Levendig en gezellig
Op termijn komen er randparkings aan de grote ring, vanwaar snelle verbindingen voorzien zullen zijn naar het centrum. Voorlopig is dat nog slechts een plan, maar Dehollogne maakt zich sterk dat het zal worden uitgevoerd. “Doorgaand verkeer moet van de ringwegen gebruikmaken, want we willen af van het vele sluip- en zoekverkeer. Binnen de kleine ring is alle parkeergelegenheid betalend.”
Het is allemaal broodnodig, want op piekmomenten krijgt de stad wel wat volk te slikken. Met de traditionele Jeneverfeesten komen 750.000 mensen naar de stad en Pukkelpop Downtown, in de slipstream van het muziekfestival in Kiewit, kende een uiterst succesvolle uitloper in de stad, waar je de festivalsfeer kon opsnuiven. Het past allemaal bij de profilering van Hasselt als gezellige, levendige, bourgondische stad in het midden van Limburg als fietsprovincie.

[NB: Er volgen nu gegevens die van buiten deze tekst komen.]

def solve_stage(backend: Backend, model: Model, objective: np.ndarray,
                extra_rows: list[tuple[np.ndarray, float]], options: SolveOptions,
                deadline: float, start: np.ndarray | None, say: Callable[[str], None],
                carried: CarriedOver = CarriedOver(),
                cost_stage_deadline: float | None = None,
                hint_split: BackendOutcome | None = None) -> tuple[BackendOutcome, CarriedOver]:
    """One objective: a first plan, then branch and bound from the better of that plan and
    ``start``.  Returns the outcome and what a cost stage after it should know
    (:class:`CarriedOver`), which the cost stage gets back as ``carried``.
    ``cost_stage_deadline``: a cost stage follows, and ends then.  ``hint_split``: the
    model's hint with its best work split for ``objective``, where already worked out.

    The first plan comes from the LP relaxation and a rounding neighbourhood search, or, on
    models above ``LARGE_MODEL_COLUMNS`` columns with a backend that reruns cheaply, from
    solving one kind of decision at a time with the others held
    (:func:`~rebalance.heuristics.first_plan_by_decision`).
    """
    t0 = time.perf_counter()
    budget = deadline - t0
    lp_bound = None
    rounding_lp_seconds = None
    cost_bound: Future[stage_bounds.HeldCostBound | None] | None = None
    bound_on_side: Future[float | None] | None = None
    large = is_large(model, backend)
    # Above this size branch and bound on the whole model gets nowhere in a stage's time
    # (HiGHS's presolve of agency alone outlasted it): the passes get all of it instead.
    passes_only = too_large_to_search(model, backend)
    # With one thread the LP relaxation (medium: 81 s) runs after the passes only if they
    # bring no bound from the rounding LP's prices (medium: 1,492 in 2 s, against the LP's
    # 1,547): the search near the LP makes better use of the time.
    bound_after = (large and not passes_only and start is None and options.threads < 2
                   and model.num_integer > 0 and options.heuristics)
    searched = bool(model.num_integer) and options.heuristics and budget > MIN_HEURISTIC_SECONDS
    # The plan that moves and hires no one is always at hand where it is feasible: no plan
    # handed back may be worse than it (the demo at 2 s had ended at 412.5 where staying
    # put leaves 314.6), and branch and bound with nothing better starts from it.
    floor = (stay_put_plan(backend, model, objective, options, deadline, say, hint_split)
             if start is None and not extra_rows and model.num_integer
             and model.num_cols <= STAY_PUT_MAX_COLUMNS else None)
    with ThreadPoolExecutor(max_workers=1) as side:
        if large and searched and options.threads >= 2 and not passes_only:
            # The bound takes about as long as the passes (medium: the LP relaxation 92 s,
            # whole plans 21 s): run it beside them, within the stage (in stage two beside
            # trimming too, which leaves it 8 s on medium at 60 s).  Not above
            # WHOLE_SEARCH_MAX_NONZEROS: agency's LP was not solved in 237 s (its process
            # held 2.3 GiB beside the search's 3.7), and whole plans gave 5,835 after 93 s
            # where the rounding LP's prices give 6,080 in 19 s.
            bound_on_side = side.submit(stage_bounds.relaxation_bound, backend, model,
                                        objective, extra_rows, options,
                                        deadline - time.perf_counter(), say,
                                        "beside the search")
        if large and searched and extra_rows and start is not None:
            # Stage two: no rounding LP to price the rows, so one of its own unless whole
            # plans bound the stage beside it (medium: 5.89e7 after 6.4 s against 5.51e7
            # from the held LP's prices), then trimming.  Where stage one worked one out
            # beside its search, that one instead (read at the end).
            if (carried.cost_bound is None and (
                    bound_on_side is None or not stage_bounds.uses_whole_plans(backend, model))):
                lp_bound = stage_bounds.held_lp_bound(
                    backend, model, objective, extra_rows, options, start,
                    t0 + options.shares.held_bound * budget, say, carried.lp_seconds)
            # Its lines show the stage's bound found so far, not the trimming's own.
            start = trimmed(backend, model, objective, extra_rows,
                            replace(options, known_bound=lp_bound), start,
                            options.shares.trim * (deadline - time.perf_counter()), say)
        if searched:
            if large:
                if start is None or passes_only:
                    # Stage two of a model that branch and bound can still search starts
                    # from stage one's plan there instead: on medium the passes found nothing
                    # cheaper while holding the shortfall.
                    share = 1.0 if passes_only else options.shares.passes
                    first = first_plan_by_decision(backend, model, objective, extra_rows,
                                                   options, t0 + share * budget, say, start,
                                                   cost_stage_deadline,
                                                   rounded_rows=bound_on_side is not None)
                    start, lp_bound = first.x, higher_bound(lp_bound, first.bound)
                    rounding_lp_seconds, cost_bound = first.lp_seconds, first.cost_bound
            else:
                start, lp_bound = first_plan_from_lp(backend, model, objective, extra_rows,
                                                     options, deadline, start, say)
        left = deadline - time.perf_counter()
        if bound_after and start is not None and lp_bound is None:
            lp_bound = stage_bounds.relaxation_bound(backend, model, objective, extra_rows,
                                                     options, left, say,
                                                     "after the passes, for the bound")
            left = deadline - time.perf_counter()
        start = better_plan(objective, start, floor)  # the search starts from the better
        if passes_only and start is not None:
            say(f"  no search of the whole model: {model.matrix.nnz:,} nonzeros, more than "
                "branch and bound can use in the time")
            out = not_searched("whole-model search not started")
        elif bound_after and left < MIN_SEARCH_SECONDS:
            out = not_searched("no time left to search the whole model")
        else:
            # Easy large models still get proven here; the LP bound above joins its bound.
            known = higher_bound(lp_bound, OBJECTIVE_FLOOR)
            # With no plan yet there is nothing for a cost stage to start from: until its
            # first plan this search may use the cost stage's time too.
            overtime = (max(cost_stage_deadline - deadline, 0.0)
                        if start is None and cost_stage_deadline is not None else 0.0)
            out = backend.run(model, objective, extra_rows,
                              replace(options, known_bound=known,
                                      overtime_without_plan=overtime), left, start)
        if bound_on_side is not None:
            lp_bound = higher_bound(lp_bound, bound_on_side.result())
    if carried.cost_bound is not None and extra_rows:
        lp_bound = higher_bound(lp_bound, _bound_worked_out_ahead(carried.cost_bound,
                                                             extra_rows[0][1], deadline, say))
    # A verdict of no plan (infeasible, a solver error) is the solver's own where a plan
    # that keeps every limit is already at hand: that plan stands.
    no_plan = ((Status.NO_PLAN_IN_TIME, Status.UNKNOWN, Status.INFEASIBLE, Status.ERROR)
               if floor is not None else (Status.NO_PLAN_IN_TIME, Status.UNKNOWN))
    start_value = None if start is None else float(objective @ start)
    if out.x is None and start_value is not None and out.status in no_plan:
        # Branch and bound ran out of time before taking up the start: keep the start, and
        # the bound its root proved (CBC's LP on a 40-office stage: 333.1, else 0).
        proved = out.bound if out.status is Status.NO_PLAN_IN_TIME else None
        out = BackendOutcome(Status.FEASIBLE_WITH_GAP, start, start_value,
                             higher_bound(lp_bound, proved), out.words, out.seconds)
    elif (out.x is not None and out.objective is not None and start_value is not None
          and start_value < out.objective - 1e-9 * max(1.0, abs(out.objective))):
        say(f"  keeping the plan of {progress_value(start_value)}: the search's best, "
            f"{progress_value(out.objective)}, is worse")
        out = replace(out, x=start, objective=start_value, status=Status.FEASIBLE_WITH_GAP)
    elif out.status.has_plan and out.status is not Status.OPTIMAL:
        # A run killed at the wall clock hands back its plan without a bound.
        out = replace(out, bound=higher_bound(out.bound, lp_bound))
    out = with_floor(bound_checked(out, lp_bound, options.relative_gap, say),
                      options.relative_gap)
    seconds = time.perf_counter() - t0
    return replace(out, seconds=seconds), CarriedOver(
        rounding_lp_seconds, cost_bound, None if floor is None else float(objective @ floor))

Wat met de Blauwe Boulevard?
Veel concurrentie van perifere handel ondervindt het Hasseltse kerngebied nauwelijks. “De deelgemeenten hebben de winkels die je er verwacht,” verduidelijkt Dehollogne, “en de Genkersteenweg – met vooral winkels met grotere oppervlaktes, zoals Decathlon of winkels voor interieurinrichting, keukens en dergelijke – is geen concurrent van de binnenstad. Er is natuurlijk wel Maasmechelen Village en een Ikea nabij de stad, maar ook die vormen geen bedreiging voor de handel in het centrum.”
Wat met het project in ontwikkeling, de Blauwe Boulevard, net buiten de kleine ring? “Dat is geen perifere handel, het is een ontwikkeling die naadloos op het kerngebied zal aansluiten. Aan de Vaartkom zal in maart 2020 een detailhandelskern met een belangrijke horecapoot opengaan, die we als een uitbreiding van ons huidig kerngebied zien. We zijn volop bezig het openbaar domein zo aan te leggen, dat een vlotte doorgang verzekerd is. Het wordt geen op zich staande ontwikkeling, maar een verlengstuk van de binnenstad.”